Data on Monday showed that sales contracted by 8.2 percent, following a 6.1 percent contraction in July.

SA'S TOP 100 VEHICLE SALES - AUGUST

“Importers will be subjected to the full impact of the exchange rate weakness. It will result in above-inflation new vehicle price increases,” Naamsa director Nico Vermeulen told Reuters.

“The pressure is on the automotive franchise value chain - that is dealers and retailers. They are experiencing pressure on margins and very challenging trading conditions all round.”

The trade balance swung back into deficit, stoking fears the economy was headed for recession.

The motor industry's contribution to gross domestic product has slowed to around 7.5 percent in 2014 from around 12 percent a decade ago.

EXPORTS COULD BE BETTER

Cities like East London and Port Elizabeth depend on it almost entirely, producing half of the country's passenger vehicles and generating more than half of its motor exports.

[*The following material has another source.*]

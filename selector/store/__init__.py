"""store layer of selector (see DEVELOPERS.md)."""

“The weaker rand makes it more costly to import but we do have the benefit of an export programme, although our export numbers are moderate in comparison to what they potentially could be,” said Clynton Yon, senior communications manager at Toyota South Africa.

High debt levels in South African households and the prospect of higher interest rates would also restrain local demand, said Wessel Steffens of Absa's vehicle and asset finance division.

The SA Reserve Bank raised domestic rates to 6 percent in July - the first rise in a year - despite lacklustre growth, citing inflationary pressure partly stemming from a weaker rand.

“The weaker rand pushes up the cost of raw materials and raises the domestic cost base,” said Isaac Matshego, an economist at Nedbank, adding that structural weaknesses in the economy were also hurting the sector.